**Exercise requirements**
Transcribe the stretch of entries below from the line with "repository 215bd1d9ae19bb95" through the line with "experiment, by name.", exactly and with both ends included; leave out all other lines.

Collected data
'''
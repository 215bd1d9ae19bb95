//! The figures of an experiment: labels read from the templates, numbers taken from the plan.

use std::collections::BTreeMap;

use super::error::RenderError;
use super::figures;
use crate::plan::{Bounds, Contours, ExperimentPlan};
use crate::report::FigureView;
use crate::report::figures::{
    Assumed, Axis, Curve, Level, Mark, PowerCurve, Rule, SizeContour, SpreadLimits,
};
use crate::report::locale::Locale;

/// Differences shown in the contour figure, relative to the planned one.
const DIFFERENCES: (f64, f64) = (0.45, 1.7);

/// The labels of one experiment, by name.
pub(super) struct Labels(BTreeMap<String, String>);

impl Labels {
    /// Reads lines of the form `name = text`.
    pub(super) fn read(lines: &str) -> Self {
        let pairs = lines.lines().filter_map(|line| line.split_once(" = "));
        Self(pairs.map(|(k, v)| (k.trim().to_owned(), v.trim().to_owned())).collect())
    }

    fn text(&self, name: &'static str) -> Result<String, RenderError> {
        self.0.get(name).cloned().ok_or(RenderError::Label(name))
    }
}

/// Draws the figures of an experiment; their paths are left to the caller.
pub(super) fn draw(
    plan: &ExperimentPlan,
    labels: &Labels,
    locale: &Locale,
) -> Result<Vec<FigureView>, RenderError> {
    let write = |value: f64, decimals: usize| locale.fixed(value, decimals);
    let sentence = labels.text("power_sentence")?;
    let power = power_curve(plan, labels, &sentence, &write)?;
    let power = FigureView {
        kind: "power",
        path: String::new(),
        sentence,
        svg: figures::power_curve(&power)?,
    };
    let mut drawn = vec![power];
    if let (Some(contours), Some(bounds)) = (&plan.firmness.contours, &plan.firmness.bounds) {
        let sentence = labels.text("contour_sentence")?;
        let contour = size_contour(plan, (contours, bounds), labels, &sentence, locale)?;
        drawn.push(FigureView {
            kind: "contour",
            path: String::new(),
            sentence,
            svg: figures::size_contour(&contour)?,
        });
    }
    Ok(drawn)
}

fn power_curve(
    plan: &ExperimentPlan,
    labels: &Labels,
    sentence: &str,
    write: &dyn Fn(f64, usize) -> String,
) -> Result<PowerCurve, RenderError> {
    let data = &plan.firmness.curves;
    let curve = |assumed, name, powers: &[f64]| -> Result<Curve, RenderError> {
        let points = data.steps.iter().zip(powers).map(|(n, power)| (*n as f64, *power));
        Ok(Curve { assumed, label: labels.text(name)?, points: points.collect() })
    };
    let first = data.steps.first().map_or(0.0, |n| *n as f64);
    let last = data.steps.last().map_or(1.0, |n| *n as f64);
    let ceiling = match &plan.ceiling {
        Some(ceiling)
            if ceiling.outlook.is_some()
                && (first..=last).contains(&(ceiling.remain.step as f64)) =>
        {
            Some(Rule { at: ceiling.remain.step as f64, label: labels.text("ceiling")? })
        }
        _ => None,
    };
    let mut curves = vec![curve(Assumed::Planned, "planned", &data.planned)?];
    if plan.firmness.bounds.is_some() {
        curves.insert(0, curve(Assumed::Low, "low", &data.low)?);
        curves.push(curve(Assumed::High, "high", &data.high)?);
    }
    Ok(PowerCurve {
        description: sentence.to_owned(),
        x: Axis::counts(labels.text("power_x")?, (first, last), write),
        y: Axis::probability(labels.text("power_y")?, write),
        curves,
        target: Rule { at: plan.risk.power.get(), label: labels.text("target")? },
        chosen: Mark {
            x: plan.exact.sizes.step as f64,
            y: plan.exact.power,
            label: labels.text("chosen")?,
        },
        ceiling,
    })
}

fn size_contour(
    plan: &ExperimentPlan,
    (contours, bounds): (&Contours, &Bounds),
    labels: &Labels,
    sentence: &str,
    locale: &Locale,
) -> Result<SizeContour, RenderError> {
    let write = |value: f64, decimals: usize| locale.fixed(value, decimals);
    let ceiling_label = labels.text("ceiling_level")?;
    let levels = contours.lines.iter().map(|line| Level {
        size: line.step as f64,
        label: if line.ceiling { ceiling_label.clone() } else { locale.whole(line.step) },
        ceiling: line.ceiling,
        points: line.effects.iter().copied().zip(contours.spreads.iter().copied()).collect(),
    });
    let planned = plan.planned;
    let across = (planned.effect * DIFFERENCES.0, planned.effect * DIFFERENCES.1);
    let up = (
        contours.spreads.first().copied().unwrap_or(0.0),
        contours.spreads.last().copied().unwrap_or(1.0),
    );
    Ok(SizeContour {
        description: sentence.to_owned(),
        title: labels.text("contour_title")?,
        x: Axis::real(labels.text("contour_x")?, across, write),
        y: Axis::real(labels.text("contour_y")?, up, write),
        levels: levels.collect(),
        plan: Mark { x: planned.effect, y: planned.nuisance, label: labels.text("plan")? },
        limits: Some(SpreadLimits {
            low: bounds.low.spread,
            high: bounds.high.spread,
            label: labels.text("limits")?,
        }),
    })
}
'''
'''
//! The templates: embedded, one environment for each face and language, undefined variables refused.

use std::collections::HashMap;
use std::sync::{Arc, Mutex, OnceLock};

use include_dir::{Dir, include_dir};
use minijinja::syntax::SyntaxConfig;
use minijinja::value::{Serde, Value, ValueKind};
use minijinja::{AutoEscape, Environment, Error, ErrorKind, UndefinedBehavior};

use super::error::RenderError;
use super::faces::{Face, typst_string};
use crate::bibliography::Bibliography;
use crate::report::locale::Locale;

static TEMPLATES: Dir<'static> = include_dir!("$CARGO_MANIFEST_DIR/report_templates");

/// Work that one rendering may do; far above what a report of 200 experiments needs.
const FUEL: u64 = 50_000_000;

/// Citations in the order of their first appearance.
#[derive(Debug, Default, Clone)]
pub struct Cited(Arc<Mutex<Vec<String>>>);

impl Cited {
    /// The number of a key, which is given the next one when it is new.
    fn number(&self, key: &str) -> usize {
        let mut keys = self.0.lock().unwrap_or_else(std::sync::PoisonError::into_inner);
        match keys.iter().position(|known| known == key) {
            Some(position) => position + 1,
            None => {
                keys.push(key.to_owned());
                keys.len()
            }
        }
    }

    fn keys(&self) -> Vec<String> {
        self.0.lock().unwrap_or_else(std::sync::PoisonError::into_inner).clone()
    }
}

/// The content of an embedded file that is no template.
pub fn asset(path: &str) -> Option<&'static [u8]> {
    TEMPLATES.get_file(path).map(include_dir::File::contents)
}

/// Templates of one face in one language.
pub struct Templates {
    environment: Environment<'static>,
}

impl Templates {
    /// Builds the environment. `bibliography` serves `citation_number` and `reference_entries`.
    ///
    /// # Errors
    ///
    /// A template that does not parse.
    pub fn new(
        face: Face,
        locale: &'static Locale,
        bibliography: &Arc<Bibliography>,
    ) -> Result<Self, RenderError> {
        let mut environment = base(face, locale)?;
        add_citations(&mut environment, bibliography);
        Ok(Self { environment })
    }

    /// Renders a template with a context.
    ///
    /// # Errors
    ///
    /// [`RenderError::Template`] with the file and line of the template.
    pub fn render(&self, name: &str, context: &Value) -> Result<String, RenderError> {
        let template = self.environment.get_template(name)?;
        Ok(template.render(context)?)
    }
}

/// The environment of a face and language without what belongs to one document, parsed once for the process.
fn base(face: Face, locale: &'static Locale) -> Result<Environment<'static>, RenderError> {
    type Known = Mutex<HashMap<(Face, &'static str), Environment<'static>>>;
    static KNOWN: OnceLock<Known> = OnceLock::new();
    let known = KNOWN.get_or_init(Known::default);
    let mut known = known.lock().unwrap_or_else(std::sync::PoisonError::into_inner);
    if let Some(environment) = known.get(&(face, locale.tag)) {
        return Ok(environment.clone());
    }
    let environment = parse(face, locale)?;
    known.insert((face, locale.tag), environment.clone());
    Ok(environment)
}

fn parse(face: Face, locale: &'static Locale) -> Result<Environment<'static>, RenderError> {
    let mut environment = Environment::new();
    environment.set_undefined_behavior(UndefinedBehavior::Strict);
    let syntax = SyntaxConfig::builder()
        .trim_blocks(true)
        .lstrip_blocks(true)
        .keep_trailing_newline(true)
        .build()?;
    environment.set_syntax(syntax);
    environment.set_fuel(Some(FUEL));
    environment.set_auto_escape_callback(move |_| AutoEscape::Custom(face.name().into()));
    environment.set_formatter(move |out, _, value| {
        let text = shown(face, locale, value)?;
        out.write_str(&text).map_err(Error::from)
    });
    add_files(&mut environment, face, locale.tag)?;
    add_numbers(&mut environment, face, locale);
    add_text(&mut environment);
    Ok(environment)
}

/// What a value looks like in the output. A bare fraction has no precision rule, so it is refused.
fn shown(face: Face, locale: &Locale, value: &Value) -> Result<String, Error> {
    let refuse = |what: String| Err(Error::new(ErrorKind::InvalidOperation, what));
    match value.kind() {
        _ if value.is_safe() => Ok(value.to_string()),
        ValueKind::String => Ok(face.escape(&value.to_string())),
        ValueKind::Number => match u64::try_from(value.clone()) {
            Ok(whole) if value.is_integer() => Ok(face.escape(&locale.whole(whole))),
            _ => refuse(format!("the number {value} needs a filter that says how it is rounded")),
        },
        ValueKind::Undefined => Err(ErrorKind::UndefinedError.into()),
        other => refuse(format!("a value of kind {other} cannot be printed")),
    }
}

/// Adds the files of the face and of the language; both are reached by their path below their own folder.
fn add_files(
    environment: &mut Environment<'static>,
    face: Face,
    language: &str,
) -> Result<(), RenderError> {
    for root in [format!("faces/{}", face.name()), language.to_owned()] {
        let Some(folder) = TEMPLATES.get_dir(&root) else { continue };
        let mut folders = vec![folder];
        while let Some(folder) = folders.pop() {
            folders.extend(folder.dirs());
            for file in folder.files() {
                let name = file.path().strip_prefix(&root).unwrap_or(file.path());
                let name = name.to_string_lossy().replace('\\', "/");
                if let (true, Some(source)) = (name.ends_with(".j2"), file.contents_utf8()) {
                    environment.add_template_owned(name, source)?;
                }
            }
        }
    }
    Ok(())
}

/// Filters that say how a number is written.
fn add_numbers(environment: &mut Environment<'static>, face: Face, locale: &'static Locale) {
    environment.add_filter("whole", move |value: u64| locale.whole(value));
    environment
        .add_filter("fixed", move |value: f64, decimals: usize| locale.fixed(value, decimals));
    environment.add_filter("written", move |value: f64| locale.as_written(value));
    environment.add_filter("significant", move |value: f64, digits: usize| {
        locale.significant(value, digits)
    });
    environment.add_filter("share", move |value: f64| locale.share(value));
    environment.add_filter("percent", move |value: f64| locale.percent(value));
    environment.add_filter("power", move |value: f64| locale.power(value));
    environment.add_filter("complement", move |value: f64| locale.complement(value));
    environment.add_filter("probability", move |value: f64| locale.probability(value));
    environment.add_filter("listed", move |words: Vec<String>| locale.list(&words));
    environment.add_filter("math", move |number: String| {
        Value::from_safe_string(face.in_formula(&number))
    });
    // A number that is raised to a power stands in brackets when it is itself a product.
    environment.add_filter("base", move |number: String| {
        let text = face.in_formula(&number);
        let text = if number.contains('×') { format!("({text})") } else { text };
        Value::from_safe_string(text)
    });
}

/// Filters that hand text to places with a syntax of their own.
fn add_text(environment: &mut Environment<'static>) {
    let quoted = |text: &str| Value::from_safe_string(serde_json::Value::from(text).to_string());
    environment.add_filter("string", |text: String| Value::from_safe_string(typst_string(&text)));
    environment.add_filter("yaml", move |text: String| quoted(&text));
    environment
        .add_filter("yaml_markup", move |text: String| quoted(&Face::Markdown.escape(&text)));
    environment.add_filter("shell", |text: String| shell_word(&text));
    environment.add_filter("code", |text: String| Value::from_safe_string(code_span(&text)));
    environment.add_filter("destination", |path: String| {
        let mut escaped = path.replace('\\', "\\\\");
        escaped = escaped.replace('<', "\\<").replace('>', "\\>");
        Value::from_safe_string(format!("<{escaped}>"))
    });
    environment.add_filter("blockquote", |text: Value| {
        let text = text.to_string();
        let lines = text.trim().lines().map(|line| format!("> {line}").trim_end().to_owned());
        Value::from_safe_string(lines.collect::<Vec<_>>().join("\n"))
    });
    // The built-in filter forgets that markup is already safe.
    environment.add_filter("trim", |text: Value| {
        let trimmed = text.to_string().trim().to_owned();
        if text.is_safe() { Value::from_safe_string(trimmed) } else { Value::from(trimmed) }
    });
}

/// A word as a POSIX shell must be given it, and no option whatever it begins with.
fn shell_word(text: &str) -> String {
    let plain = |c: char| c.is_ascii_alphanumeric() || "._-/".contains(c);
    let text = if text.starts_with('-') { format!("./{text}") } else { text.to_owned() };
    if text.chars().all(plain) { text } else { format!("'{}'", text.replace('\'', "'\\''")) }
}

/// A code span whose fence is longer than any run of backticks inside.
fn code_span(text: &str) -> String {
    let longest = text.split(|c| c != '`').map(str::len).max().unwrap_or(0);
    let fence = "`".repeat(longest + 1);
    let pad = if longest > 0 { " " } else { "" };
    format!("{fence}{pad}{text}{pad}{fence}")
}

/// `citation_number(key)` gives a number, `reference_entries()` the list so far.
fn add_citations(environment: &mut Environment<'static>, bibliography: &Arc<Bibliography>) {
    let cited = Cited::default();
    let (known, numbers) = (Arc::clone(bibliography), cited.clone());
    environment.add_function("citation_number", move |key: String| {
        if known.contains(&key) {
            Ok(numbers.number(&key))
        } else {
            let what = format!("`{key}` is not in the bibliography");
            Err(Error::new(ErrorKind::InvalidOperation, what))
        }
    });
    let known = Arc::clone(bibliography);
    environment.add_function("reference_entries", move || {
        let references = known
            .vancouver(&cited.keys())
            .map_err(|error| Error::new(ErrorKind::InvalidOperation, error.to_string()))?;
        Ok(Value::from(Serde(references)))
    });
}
'''
**Output below**
repository 215bd1d9ae19bb95
//! The figures of an experiment: labels read from the templates, numbers taken from the plan.

use std::collections::BTreeMap;

use super::error::RenderError;
use super::figures;
use crate::plan::{Bounds, Contours, ExperimentPlan};
use crate::report::FigureView;
use crate::report::figures::{
    Assumed, Axis, Curve, Level, Mark, PowerCurve, Rule, SizeContour, SpreadLimits,
};
use crate::report::locale::Locale;

/// Differences shown in the contour figure, relative to the planned one.
const DIFFERENCES: (f64, f64) = (0.45, 1.7);

/// The labels of one experiment, by name.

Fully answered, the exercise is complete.